## Entries supplied
━━━━━━━━━━━━━━━━━━━━━━━━━━━━━━
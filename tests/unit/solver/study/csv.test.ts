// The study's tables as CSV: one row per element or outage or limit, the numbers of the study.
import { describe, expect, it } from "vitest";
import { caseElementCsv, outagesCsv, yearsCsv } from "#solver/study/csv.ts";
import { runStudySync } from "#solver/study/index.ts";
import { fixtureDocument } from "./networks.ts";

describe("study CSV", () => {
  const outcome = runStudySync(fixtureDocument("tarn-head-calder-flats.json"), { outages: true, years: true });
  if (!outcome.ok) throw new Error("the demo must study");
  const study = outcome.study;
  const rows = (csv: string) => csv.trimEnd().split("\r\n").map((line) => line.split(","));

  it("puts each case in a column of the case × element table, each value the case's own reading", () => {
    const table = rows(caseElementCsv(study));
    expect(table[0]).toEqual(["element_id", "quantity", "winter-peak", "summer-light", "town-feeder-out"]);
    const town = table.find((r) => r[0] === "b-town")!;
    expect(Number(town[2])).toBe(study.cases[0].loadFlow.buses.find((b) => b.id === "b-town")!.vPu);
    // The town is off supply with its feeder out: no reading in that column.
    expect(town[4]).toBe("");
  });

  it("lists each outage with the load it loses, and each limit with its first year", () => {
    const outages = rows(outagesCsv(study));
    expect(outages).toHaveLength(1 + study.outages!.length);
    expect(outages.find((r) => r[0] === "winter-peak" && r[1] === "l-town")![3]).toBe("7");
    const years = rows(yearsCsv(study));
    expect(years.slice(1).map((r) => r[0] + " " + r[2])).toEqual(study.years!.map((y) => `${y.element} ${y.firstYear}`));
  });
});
━━━━━━━━━━━━━━━━━━━━━━━━━━━━━━
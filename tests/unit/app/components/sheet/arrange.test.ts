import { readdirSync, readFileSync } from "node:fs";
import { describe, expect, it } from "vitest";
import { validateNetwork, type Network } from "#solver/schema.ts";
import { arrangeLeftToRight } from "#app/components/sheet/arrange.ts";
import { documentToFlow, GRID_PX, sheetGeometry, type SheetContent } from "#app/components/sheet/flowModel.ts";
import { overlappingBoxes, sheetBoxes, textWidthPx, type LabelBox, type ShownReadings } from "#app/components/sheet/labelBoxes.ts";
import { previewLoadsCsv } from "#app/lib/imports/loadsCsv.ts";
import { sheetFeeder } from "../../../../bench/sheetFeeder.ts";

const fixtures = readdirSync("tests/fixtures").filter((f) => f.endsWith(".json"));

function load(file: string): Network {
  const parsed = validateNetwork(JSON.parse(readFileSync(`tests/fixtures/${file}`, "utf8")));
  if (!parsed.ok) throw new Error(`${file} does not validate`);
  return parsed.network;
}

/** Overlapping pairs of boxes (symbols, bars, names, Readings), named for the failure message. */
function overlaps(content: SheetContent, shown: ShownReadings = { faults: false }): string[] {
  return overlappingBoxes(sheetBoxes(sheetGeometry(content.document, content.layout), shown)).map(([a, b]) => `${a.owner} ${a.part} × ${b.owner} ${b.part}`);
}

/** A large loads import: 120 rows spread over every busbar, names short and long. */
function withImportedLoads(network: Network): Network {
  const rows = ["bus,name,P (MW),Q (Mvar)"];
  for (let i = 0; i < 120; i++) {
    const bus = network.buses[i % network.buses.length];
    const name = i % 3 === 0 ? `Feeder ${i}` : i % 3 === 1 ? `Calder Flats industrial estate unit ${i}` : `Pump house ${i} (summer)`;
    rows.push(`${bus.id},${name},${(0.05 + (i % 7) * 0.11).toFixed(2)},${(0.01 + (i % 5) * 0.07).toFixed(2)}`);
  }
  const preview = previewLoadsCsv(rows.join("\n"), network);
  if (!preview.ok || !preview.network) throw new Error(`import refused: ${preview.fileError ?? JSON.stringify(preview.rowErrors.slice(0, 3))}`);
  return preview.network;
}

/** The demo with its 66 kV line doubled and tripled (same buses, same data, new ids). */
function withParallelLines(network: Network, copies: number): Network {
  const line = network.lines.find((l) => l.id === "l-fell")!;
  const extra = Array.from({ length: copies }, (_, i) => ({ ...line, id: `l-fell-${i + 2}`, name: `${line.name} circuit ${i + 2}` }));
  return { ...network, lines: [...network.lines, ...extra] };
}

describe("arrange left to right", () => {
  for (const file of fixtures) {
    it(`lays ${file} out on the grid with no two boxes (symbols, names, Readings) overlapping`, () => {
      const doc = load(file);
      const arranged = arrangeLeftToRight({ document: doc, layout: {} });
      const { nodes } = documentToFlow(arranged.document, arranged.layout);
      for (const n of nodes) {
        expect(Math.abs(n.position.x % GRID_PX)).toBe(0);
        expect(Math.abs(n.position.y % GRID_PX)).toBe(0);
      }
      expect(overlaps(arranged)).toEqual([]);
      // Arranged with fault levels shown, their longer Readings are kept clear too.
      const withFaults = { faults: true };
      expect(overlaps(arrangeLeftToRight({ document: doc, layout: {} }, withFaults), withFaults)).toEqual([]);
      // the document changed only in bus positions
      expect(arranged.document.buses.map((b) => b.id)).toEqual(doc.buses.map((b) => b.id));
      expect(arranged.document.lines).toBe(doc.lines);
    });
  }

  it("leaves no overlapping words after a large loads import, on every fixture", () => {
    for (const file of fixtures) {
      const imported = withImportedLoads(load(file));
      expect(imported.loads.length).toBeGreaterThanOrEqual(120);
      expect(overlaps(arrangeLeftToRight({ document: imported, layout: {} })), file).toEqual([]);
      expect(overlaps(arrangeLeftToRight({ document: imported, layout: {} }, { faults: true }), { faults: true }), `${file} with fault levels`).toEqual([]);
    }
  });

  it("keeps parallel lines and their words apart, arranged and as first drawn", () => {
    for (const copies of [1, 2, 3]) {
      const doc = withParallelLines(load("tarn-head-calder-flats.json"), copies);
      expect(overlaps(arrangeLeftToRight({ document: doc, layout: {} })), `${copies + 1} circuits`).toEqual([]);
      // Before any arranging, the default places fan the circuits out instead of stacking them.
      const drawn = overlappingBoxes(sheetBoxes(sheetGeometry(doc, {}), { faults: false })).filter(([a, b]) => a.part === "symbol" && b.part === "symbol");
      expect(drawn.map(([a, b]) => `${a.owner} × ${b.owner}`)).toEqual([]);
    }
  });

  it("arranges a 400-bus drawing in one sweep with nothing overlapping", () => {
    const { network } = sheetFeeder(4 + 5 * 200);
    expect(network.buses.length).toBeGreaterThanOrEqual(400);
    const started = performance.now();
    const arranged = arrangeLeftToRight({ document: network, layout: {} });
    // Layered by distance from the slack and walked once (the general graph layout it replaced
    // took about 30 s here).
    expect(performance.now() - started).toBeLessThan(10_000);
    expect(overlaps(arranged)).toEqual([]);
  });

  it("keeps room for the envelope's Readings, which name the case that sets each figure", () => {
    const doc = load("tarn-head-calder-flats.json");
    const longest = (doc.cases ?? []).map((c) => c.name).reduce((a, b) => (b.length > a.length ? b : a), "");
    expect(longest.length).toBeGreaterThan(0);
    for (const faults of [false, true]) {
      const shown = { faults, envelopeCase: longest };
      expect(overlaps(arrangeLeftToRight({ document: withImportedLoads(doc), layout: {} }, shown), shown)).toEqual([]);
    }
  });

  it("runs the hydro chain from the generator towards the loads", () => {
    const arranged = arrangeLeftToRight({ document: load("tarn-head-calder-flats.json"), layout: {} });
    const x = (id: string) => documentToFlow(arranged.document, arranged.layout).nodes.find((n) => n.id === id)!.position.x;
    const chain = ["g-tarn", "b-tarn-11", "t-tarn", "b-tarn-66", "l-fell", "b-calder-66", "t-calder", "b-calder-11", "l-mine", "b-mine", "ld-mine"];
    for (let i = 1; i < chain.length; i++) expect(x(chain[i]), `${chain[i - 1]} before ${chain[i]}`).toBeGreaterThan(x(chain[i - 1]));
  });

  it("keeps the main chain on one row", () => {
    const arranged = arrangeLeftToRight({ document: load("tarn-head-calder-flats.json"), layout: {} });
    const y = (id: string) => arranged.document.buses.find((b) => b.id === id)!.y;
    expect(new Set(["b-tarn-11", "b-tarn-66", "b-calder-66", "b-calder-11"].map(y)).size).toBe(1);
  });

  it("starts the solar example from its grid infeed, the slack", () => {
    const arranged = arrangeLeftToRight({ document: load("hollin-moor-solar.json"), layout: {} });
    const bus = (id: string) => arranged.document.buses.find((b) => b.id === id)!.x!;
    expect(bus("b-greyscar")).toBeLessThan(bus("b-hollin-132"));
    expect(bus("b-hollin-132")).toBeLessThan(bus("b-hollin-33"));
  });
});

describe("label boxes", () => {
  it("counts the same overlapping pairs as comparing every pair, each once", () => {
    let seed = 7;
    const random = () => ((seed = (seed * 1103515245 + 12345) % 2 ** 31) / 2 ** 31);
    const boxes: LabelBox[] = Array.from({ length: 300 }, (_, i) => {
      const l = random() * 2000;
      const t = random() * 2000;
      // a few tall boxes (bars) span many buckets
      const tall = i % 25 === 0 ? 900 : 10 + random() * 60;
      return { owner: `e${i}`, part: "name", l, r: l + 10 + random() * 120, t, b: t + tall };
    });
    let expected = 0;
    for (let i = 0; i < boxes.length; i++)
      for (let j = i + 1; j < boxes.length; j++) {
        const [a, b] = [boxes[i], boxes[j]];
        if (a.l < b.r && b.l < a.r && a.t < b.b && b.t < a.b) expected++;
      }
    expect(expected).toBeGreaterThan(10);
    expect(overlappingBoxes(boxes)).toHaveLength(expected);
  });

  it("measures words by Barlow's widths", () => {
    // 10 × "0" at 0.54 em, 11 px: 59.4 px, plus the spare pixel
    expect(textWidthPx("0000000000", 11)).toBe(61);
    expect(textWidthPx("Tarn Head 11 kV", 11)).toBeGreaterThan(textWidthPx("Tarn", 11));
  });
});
━━━━━━━━━━━━━━━━━━━━━━━━━━━━━━
## What you are asked to do
After reading the records above, give the number of lines that include "column", and add nothing else.

## Answer space
2